## Work to complete
Only one stretch of the listing below is wanted. Give it again exactly, from the line with "overrides = overrideProvenance(parsed.data);" through the line with "scanFile = opened.scan;".

%%

/**
 * Runs one reduction job.
 *
 * @throws the original error for transient problems (BullMQ retries with back-off), ReductionRefusedError for
 *   permanent ones; in both cases the job row and the scan already say why
 */
export async function processReduction(data: ReductionJobData, ctx: JobContext): Promise<ReductionJobOutcome> {
  getDb();
  const { scanId, calibrationId, settingsId, reductionJobId } = data;
  const job = await ReductionJob.findByPk(reductionJobId);
  if (!job) throw new ReductionRefusedError(`The reduction request ${reductionJobId} no longer exists.`);
  if (job.status === 'failed') {
    // A stale queue entry (e.g. one that Redis accepted after the web request had already given up and recorded the
    // failure): the request is closed, so nothing runs; asking again opens a new one.
    throw new ReductionRefusedError(`The reduction request ${reductionJobId} was already closed as failed.`);
  }
  const existing = await ScanResult.findOne({
    where: { scan_id: scanId, calibration_id: calibrationId, settings_id: settingsId },
  });
  if (existing) return adoptExistingResult(existing, job.id);

  const progress = progressReporter(job.id, ctx);
  let workDir: string | null = null;
  let scanFile: { close(): void } | null = null;
  let overrideCleanup: (() => Promise<void>) | null = null;
  let context: {
    teamId: number;
    campaignId: number;
    title: string | null;
    fileName: string | null;
    calV: number | null;
    setV: number | null;
  } | null = null;
  try {
    const scan = await Scan.findByPk(scanId);
    if (!scan) throw new ReductionRefusedError('The scan was deleted before it could be reduced.');
    const [file, team, cal, set] = await Promise.all([
      RawFile.findByPk(scan.raw_file_id),
      Team.findByPk(scan.team_id, { attributes: ['slug'] }),
      DetectorCalibrationVersion.findByPk(calibrationId),
      AnalysisSettingsVersion.findByPk(settingsId),
    ]);
    context = {
      teamId: scan.team_id,
      campaignId: scan.campaign_id,
      title: scan.title,
      fileName: file?.original_name ?? null,
      calV: cal?.version ?? null,
      setV: set?.version ?? null,
    };
    if (!file || file.deleted_at) throw new ReductionRefusedError('The raw file of this scan is no longer stored.');
    if (file.status === 'quarantined') {
      throw new ReductionRefusedError('The raw file is quarantined; release it before reducing the scan.');
    }
    // Archived after the job was queued: ask for a restore (lib/stewardship/archive.ts) rather than read the archive.
    if (file.archive_state !== 'online') throw new ReductionRefusedError(ARCHIVED_REDUCTION_MESSAGE);
    if (!cal || !set) throw new ReductionRefusedError('The chosen calibration or settings version no longer exists.');
    if (!team) throw new ReductionRefusedError('The scan’s team no longer exists.');

    await job.update({
      status: 'running',
      attempts: job.attempts + 1,
      started_at: new Date(),
      error_message: null,
      progress: 0,
    });
    await scan.update({
      status: 'reducing',
      status_message: `Reducing with calibration v${cal.version} and settings v${set.version}.`,
    });
    await progress(0, true);

    // 1. Raw file → temp file, streamed (never held in memory).
    workDir = await mkdtemp(path.join(tmpdir(), `lobeline-reduce-${scanId}-`));
    const rawPath = path.join(workDir, 'raw.h5');
    // Size and SHA-256 are checked against the catalogue on the way: only the verified bytes are reduced.
    try {
      await downloadVerified(file.bucket, file.storage_key, rawPath, {
        sha256: file.sha256,
        sizeBytes: Number(file.size_bytes),
      });
    } catch (err) {
      if (!(err instanceof StoredFileMismatchError)) throw err;
      // A short download is a transport problem, worth another attempt; other bytes of the right size are not.
      if (err.found.bytes !== err.expected.sizeBytes) {
        throw new Error(`ECONNRESET-like short download: ${err.found.bytes} of ${err.expected.sizeBytes} bytes`);
      }
      throw new ReductionRefusedError(err.message);
    }
    await progress(0.05, true);

    // 1b. A file released with corrected metadata: the analyst's override goes over a scratch copy (the stored
    // bytes never change), exactly as the release's re-validation applied it.
    let scanPath = rawPath;
    let overrides: Record<string, string | number> | null = null;
    if (file.metadata_override) {
      const parsed = metadataOverrideSchema.safeParse(file.metadata_override);
      if (!parsed.success) {
        throw new ReductionRefusedError('The corrected metadata recorded with this file is not valid any more.');
      }
      const applied = await applyMetadataOverride(await loadH5wasmNode(), rawPath, parsed.data);
      if (!applied.ok) {
        throw new ReductionRefusedError(`The corrected metadata could not be applied: ${applied.problems.join('; ')}`);
      }
      overrideCleanup = applied.cleanup;
      scanPath = applied.path;
      overrides = overrideProvenance(parsed.data);
    }

    // 2. Open and check everything before the first frame (or event). An event file takes the calibration's
    // spectrometer values over its own.
    const calParsed = parseAnyCalibration(cal.body);
    const opened = await openScanOrEventsPath(scanPath, {
      spectrometer: calParsed.ok ? (calParsed.value.spectrometer ?? null) : null,
    });
    if (!opened.ok) throw new ScanFileRefusedError(opened.problems);
    scanFile = opened.scan;
    const labels = { calibration: `calibration v${cal.version}`, settings: `settings v${set.version}` };
    const outPath = path.join(workDir, 'result.h5');
    let result: LobelineResult;
    if (opened.kind === 'events' && shouldSplitEvents(opened.scan.events.nEvents)) {
      // 3'. A large event file: chunk jobs spread over the workers, and a merge job that finishes this request
      // (./event-split.ts). The request stays 'running'; the merge commits its result.
      preflightEvents(cal.body, set.body, labels);
      return await handOffEventFile({
        data,
        scan: opened.scan,
        overrides,
        readerWarnings: opened.warnings,
      });
    }
    if (opened.kind === 'events') {
      // 3. Events chunk by chunk, histogrammed per step, through the reducer into the result file.
      const { calibration, settings } = preflightEvents(cal.body, set.body, labels);
      ({ result } = await runEventReduction({
        scan: opened.scan,
        calibration,
        settings,
        sha256: file.sha256,
        overrides,
        outPath,
        readerWarnings: opened.warnings,
        onEvents: (done, total) => progress(0.05 + 0.85 * (done / Math.max(1, total))),
      }));
    } else {
      const { calibration, settings } = preflight(opened.scan.meta, cal.body, set.body, labels);
      // 3. Frame by frame through the reducer into the result file.
      ({ result } = await runReduction({
        scan: opened.scan,
        calibration,
        settings,
        sha256: file.sha256,
        overrides,
        outPath,
        readerWarnings: opened.warnings,
        onStep: (done, total) => progress(0.05 + 0.85 * (done / total)),
      }));
    }
    scanFile.close();
    scanFile = null;

    // 4. Result file → derived bucket.
    const key = derivedResultKey(team.slug, scanId, calibrationId, settingsId);
    const derivedBucket = buckets().derived;
    const outSize = (await stat(outPath)).size;
    await putObject({
      bucket: derivedBucket,
      key,
      body: createReadStream(outPath),
      contentLength: outSize,
      contentType: 'application/x-hdf5',
      metadata: { scan: String(scanId), calibration: String(calibrationId), settings: String(settingsId) },
    });
    await progress(0.95, true);

    // 5. One transaction: result, steps, scan, locks, job, audit.
    const outcome = await commitResult({
      scan,
      rawFileId: file.id,
      calibrationId,
      settingsId,
      jobId: job.id,
      result,
      derivedBucket,
      derivedKey: key,
      teamId: scan.team_id,
      requestedBy: job.requested_by,
    });
    await progress(1, true);
    jlog.info('reduction finished', { scanId, calibrationId, settingsId, resultId: outcome.resultId });
    return outcome;
  } catch (err) {
    const ex = explainFailure(err);
    const attemptNo = ctx.attemptsMade + 1;
    const outcome = describeAttempt(ex, attemptNo, ctx.maxAttempts, reductionBackoffMs(attemptNo));
    const final = outcome.final;
    jlog.warn('reduction attempt failed', { scanId, reductionJobId, attemptNo, final, err });
    if (final) {
      await markReductionFailed({ reductionJobId, scanId, message: outcome.jobMessage, attempts: attemptNo, context });
    } else {
      await ReductionJob.update(
        { status: 'queued', error_message: outcome.jobMessage },
        { where: { id: reductionJobId } },
      ).catch(() => undefined);
      await Scan.update({ status: 'queued', status_message: outcome.scanMessage }, { where: { id: scanId } }).catch(
        () => undefined,
      );
    }
    if (ex.transient && !final) throw err;
    throw err instanceof ReductionRefusedError ? err : new ReductionRefusedError(outcome.jobMessage);
  } finally {
    try {
      scanFile?.close();
    } catch {
      // already closed
    }
    if (overrideCleanup) await overrideCleanup().catch(() => undefined);
    if (workDir) await rm(workDir, { recursive: true, force: true }).catch(() => undefined);
  }
}
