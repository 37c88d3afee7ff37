// The role's shape on its own (for the legend and the brush), drawn like the wells draw it.
import type { WellRole } from '@shared/plate-map/schema';

export type RoleGlyphProps = { role: WellRole; size?: number; color?: string };

export function RoleGlyph({ role, size = 18, color = '#4f5a5c' }: RoleGlyphProps) {
  const c = size / 2;
  const r = size / 2 - 1.5;
  const d = r * 0.62;
  return (
    <svg width={size} height={size} viewBox={`0 0 ${size} ${size}`} aria-hidden="true" className="shrink-0">
      {role === 'sample' && <circle cx={c} cy={c} r={r} fill={color} />}
      {role === 'blank' && <circle cx={c} cy={c} r={r - 1} fill="#fff" stroke={color} strokeWidth={2.4} />}
      {role === 'buffer' && (
        <circle
          cx={c}
          cy={c}
          r={r - 1}
          fill="#fff"
          stroke={color}
          strokeWidth={2.4}
          strokeDasharray="2.6 1.8"
        />
      )}
      {role === 'standard' && (
        <rect
          x={c - r}
          y={c - r}
          width={2 * r}
          height={2 * r}
          rx={1.5}
          fill="#e4e8e6"
          stroke={color}
          strokeWidth={1.3}
        />
      )}
      {role === 'unused' && (
        <g>
          <circle cx={c} cy={c} r={r} fill="#eef0ee" stroke="#b9c1bd" />
          <path
            d={`M${c - d} ${c - d}L${c + d} ${c + d}M${c + d} ${c - d}L${c - d} ${c + d}`}
            stroke="#9aa3a1"
            strokeWidth={1.2}
          />
        </g>
      )}
    </svg>
  );
}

%%

## Finished exercise
      overrides = overrideProvenance(parsed.data);
    }

    // 2. Open and check everything before the first frame (or event). An event file takes the calibration's
    // spectrometer values over its own.
    const calParsed = parseAnyCalibration(cal.body);
    const opened = await openScanOrEventsPath(scanPath, {
      spectrometer: calParsed.ok ? (calParsed.value.spectrometer ?? null) : null,
    });
    if (!opened.ok) throw new ScanFileRefusedError(opened.problems);
    scanFile = opened.scan;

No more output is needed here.